L’impresa e’ e deve essere una formazione sociale con finalita’ essenzialmente economiche ma nella quale non si puo’ ignorare l’importanza del fattore umano (la migliore etica del lavoro deve far conto sulla generosita’, sulla spinta a donare se stessi oltre una dimensione piattamente corrispettiva) e l’influenza del contesto organizzativo sulla “personalita’ morale” del lavoratore (come dice, ancora una volta magistralmente, l’art. 2 della Costituzione italiana). Come hanno scritto Frank Tannenbaum e Guido Baglioni, l’impresa e’ un’istituzione troppo importante per lasciarla nelle mani dei soli capitalisti o del solo management. Naturalmente nessun giurista puo’ ignorare il rispetto della logica proprietaria, in cui rientra anche l’impresa. Ma il funzionamento dell’impresa e’ troppo importante per l’intera societa’ per essere lasciato ai soli proprietari. La democrazia in azienda serve per allargare gli orizzonti e gli interessi di ciascuna impresa, a proiettarla oltre interessi egoistici troppo angusti e limitati. Ovviamente sempre nel rispetto dei diversi ruoli e poteri: altrimenti non parleremmo piu’ di impresa capitalistica. Ecco: la democrazia in azienda puo’ servire ad orientare i sistemi capitalistici verso i modelli a mio parere migliori, piu’ equilibrati. Certo non serve e non deve servire a sovvertire sistemi politici o economici.

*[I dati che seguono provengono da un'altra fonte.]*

#[cfg(test)]
mod tests {
    use super::*;

    fn eye(e: &str) -> EyeSummary {
        EyeSummary {
            eye: e.into(),
            input: "-8.00 -2.00 ×180".into(),
            result: "-7.30 -1.63 ×180".into(),
            order: None,
        }
    }

    #[test]
    fn schema_one_entries_migrate_with_their_time_panel_and_inputs() {
        let old = r#"{"id":"a1","time":1714745100,"link":"/near?r=%2B1.00&add=2.00","label":"Room 2",
            "eyes":[{"eye":"R","input":"+1.00 DS","result":"+3.00 DS","order":null}]}"#;
        let e = read_v1(&super::super::json::parse(old).unwrap()).unwrap();
        assert_eq!(e.t, 1_714_745_100_000);
        assert_eq!(e.panel(), Destination::Near);
        assert_eq!(e.query().get("r"), Some("+1.00"));
        assert_eq!(e.query().get("add"), Some("2.00"));
        assert_eq!(e.l, "Room 2");
        assert!(e.search.contains("room 2") && e.search.contains("+3.00 ds"));
        assert_eq!(e.problem(), None);
    }

    #[test]
    fn search_text_reads_typographic_signs_as_typed_ones() {
        let e = Entry::new(
            "x".into(),
            1_714_745_100_000,
            "vertex".into(),
            String::new(),
            "Bench B".into(),
            vec![eye("R")],
        );
        assert!(e.search.contains("-8.00 -2.00 x180"), "{}", e.search);
        let spaced = Entry::new(
            "y".into(),
            1_714_745_100_000,
            "near".into(),
            String::new(),
            "  Room\t 2 ".into(),
            vec![eye("L")],
        );
        assert_eq!(spaced.search, "room 2\nnear\nl\n-8.00 -2.00 x180\n-7.30 -1.63 x180\n\n");
        assert!(e.search.contains("bench b") && e.search.contains("vertex"));
        assert_eq!(fold("−2.00 × 90°"), "-2.00 x 90");
    }

    #[test]
    fn entries_are_checked_field_by_field() {
        let ok = Entry::new(
            "x".into(),
            1_714_745_100_000,
            "vertex".into(),
            String::new(),
            String::new(),
            vec![eye("R")],
        );
        assert_eq!(ok.problem(), None);
        let bad = |f: &dyn Fn(&mut Entry)| {
            let mut e = ok.clone();
            f(&mut e);
            e.problem().expect("should be refused")
        };
        assert!(bad(&|e| e.id.clear()).contains("id"));
        assert!(bad(&|e| e.t = 0).contains("date"));
        assert!(bad(&|e| e.p = "history".into()).contains("unknown panel"));
        assert!(bad(&|e| e.l = "x".repeat(61)).contains("label"));
        assert!(bad(&|e| e.e.clear()).contains("calculation"));
        assert!(bad(&|e| e.e[0].eye = "X".into()).contains("eye"));
    }

    #[test]
    fn entries_written_read_back_identically_and_serde_json_agrees() {
        let mut e = Entry::new(
            "a\"1".into(),
            1_714_745_100_000,
            "vertex".into(),
            "r=-8.00".into(),
            "Room <2>".into(),
            vec![eye("R"), eye("L")],
        );
        e.e[1].order = Some("-7.25 -1.75 ×180".into());
        e.index();
        let mut out = String::new();
        e.write(&mut out);
        assert_eq!(Entry::read(super::super::json::parse(&out).unwrap()), Some(e.clone()));
        let checked: serde_json::Value = serde_json::from_str(&out).unwrap();
        assert_eq!(checked["e"][1]["o"], "-7.25 -1.75 ×180");
        assert!(checked["e"][0].get("o").is_none());
        assert_eq!(
            out,
            r#"{"id":"a\"1","t":1714745100000,"p":"vertex","q":"r=-8.00","l":"Room <2>","e":[{"s":"R","i":"-8.00 -2.00 ×180","r":"-7.30 -1.63 ×180"},{"s":"L","i":"-8.00 -2.00 ×180","r":"-7.30 -1.63 ×180","o":"-7.25 -1.75 ×180"}]}"#
        );
    }

    #[test]
    fn a_month_read_straight_from_text_matches_the_general_reader() {
        let via_values = |t: &str| -> Option<Vec<Entry>> {
            let Value::Arr(items) = super::super::json::parse(t).ok()? else {
                return None;
            };
            items.into_iter().map(Entry::read).collect()
        };
        let eye = r#"{"s":"R","i":"-8.00 -2.00 ×180","r":"-7.30 -1.63 ×180"}"#;
        let texts = [
            format!(r#"[{{"id":"a","t":1714745100000,"p":"vertex","q":"r=-8.00","l":"Room 2","e":[{eye}]}}]"#),
            format!(r#" [ {{ "t" : 1714745100000 , "id" : "a", "q":"", "p":"near", "e" : [ {eye} , {eye} ] }} ] "#),
            format!(r#"[{{"id":"a","id":"b","t":1,"p":"x","q":"","l":null,"zz":{{"n":[1,[true,null]]}},"e":[]}}]"#),
            format!(r#"[{{"\u0069d":"\"q\" \\ é \ud83d\ude00","t":-5,"p":"v","q":"","l":"L\u00e9","e":[{{"s":"L","i":"","r":"","o":null,"x":0}}]}}]"#),
            r#"[{"id":"a","t":1,"p":"v","q":"","e":[{"s":"L","i":"","r":"","o":""},{"s":"R","i":"1","r":"2","o":"3"}]}]"#.to_string(),
            "[]".to_string(),
            // Each of these is refused by both.
            format!(r#"[{{"id":"a","t":"1","p":"v","q":"","e":[{eye}]}}]"#),
            format!(r#"[{{"id":1,"t":1,"p":"v","q":"","e":[{eye}]}}]"#),
            format!(r#"[{{"id":"a","t":1,"p":"v","q":"","l":3,"e":[{eye}]}}]"#),
            r#"[{"id":"a","t":1,"p":"v","q":"","e":{}}]"#.to_string(),
            r#"[{"id":"a","t":1,"p":"v","q":"","e":["R"]}]"#.to_string(),
            r#"[{"id":"a","t":1,"p":"v","q":"","e":[{"s":"R","i":""}]}]"#.to_string(),
            r#"[{"id":"a","t":1,"p":"v","q":"","e":[{"s":"R","i":"","r":"","o":1}]}]"#.to_string(),
            format!(r#"[{{"t":1,"p":"v","q":"","e":[{eye}]}}]"#),
            format!(r#"[{{"id":"a","t":1.5,"p":"v","q":"","e":[{eye}]}}]"#),
            format!(r#"[{{"id":"a","t":1,"p":"v","q":"","e":[{eye}]}}] x"#),
            format!(r#"{{"id":"a","t":1,"p":"v","q":"","e":[{eye}]}}"#),
            r#"[{"id":"a\x","t":1}]"#.to_string(),
            "[1]".to_string(),
            "[".to_string(),
        ];
        let mut read = 0;
        for t in &texts {
            let ours = Entry::read_list(t);
            assert_eq!(ours, via_values(t), "{t}");
            read += usize::from(ours.is_some());
        }
        assert_eq!(read, 6, "the first six are lists of entries, the rest are not");
    }

    #[test]
    fn a_month_span_holds_exactly_the_entries_of_that_month() {
        let at = |t: i64| {
            Entry::new(
                "x".into(),
                t,
                "vertex".into(),
                String::new(),
                String::new(),
                vec![eye("R")],
            )
        };
        let may = Entry::month_span("2024-05").unwrap();
        assert_eq!(at(may.start).month(), "2024-05");
        assert_eq!(at(may.start - 1).month(), "2024-04");
        assert_eq!(at(may.end - 1).month(), "2024-05");
        assert_eq!(at(may.end).month(), "2024-06");
        let dec = Entry::month_span("2024-12").unwrap();
        assert_eq!(
            (at(dec.start).month(), at(dec.end).month()),
            ("2024-12".to_string(), "2025-01".to_string())
        );
        assert_eq!(Entry::month_span("2024-13"), None);
        assert_eq!(Entry::month_span("May"), None);
    }

    #[test]
    fn lowercase_keeps_trade_notation_and_lowers_any_script() {
        assert!(matches!(lowercase("-8.00 -2.00 ×180 → 90°"), Cow::Borrowed(_)));
        assert_eq!(lowercase("Room B −2.00 DS"), "room b −2.00 ds");
        assert_eq!(lowercase("Salle É, ΘΑΛΑΜΟΣ 2, Кабинет"), "salle é, θαλαμος 2, кабинет");
        assert_eq!(fold("Bench É × 90°"), "bench é x 90");
    }

    #[test]
    fn months_are_taken_in_utc() {
        // 2024-05-31T23:30:00Z is June somewhere east of Greenwich, May in storage.
        let e = Entry::new(
            "x".into(),
            1_717_198_200_000,
            "vertex".into(),
            String::new(),
            String::new(),
            vec![eye("R")],
        );
        assert_eq!(e.month(), "2024-05");
    }
}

Quali strategie ritiene prioritarie nel contesto italiano e quali i vantaggi socio-economici di una maggior partecipazione dei lavoratori nella creazione e distribuzione meritocratica del valore aziendale?
Rispondo prima per i vantaggi, avendo gia’ tratteggiato quelli generali. A questi se ne possono aggiungere vari altri specifici per ciascuna impresa, condizionati in profondita’ dal tipo di partecipazione praticata e dalla qualita’ delle pratiche partecipative.
Al riguardo generalizzare non e’ possibile: molto diverse sono le conseguenze sia dei diversi modelli giuridici – che vanno da un forte potenziamento dei diritti di informazione e consultazione fino alla cogestione con poteri di veto attribuiti alle rappresentanze aziendali; dalla partecipazione dei lavoratori ad organi societari fino alla c.d. partecipazione azionaria, anch’essa variamente configurabile – sia delle culture aziendali e sindacali cui possono accompagnarsi. Comunque i modelli partecipativi aprono indubbiamente la strada a politiche salariali piu’ sensibili alle variazioni della produttivita’ o della profittabilita’ aziendale. Possono rinsaldare il legame tra impresa e lavoratori e permeare in profondita’ convinzioni e comportamenti dei soggetti sindacali. Anche qui con enormi differenze determinate dai diversi contesti: si va dal sindacato americano della Chrysler, azionista di riferimento attraverso i fondi pensione; a quello tedesco della Volkswagen, che cogestisce orari, formazione e licenziamenti assicurando tutele ai lavoratori e massima produttivita’ all’impresa o i necessari adeguamenti dei trattamenti in periodi di crisi. C’e’ anche da dire che i modelli partecipativi incentrati sull’azienda possono funzionare meglio nelle dimensioni medio-grandi e non garantiscono solidarieta’ extra-aziendali. Ma questo e’ un discorso parzialmente diverso.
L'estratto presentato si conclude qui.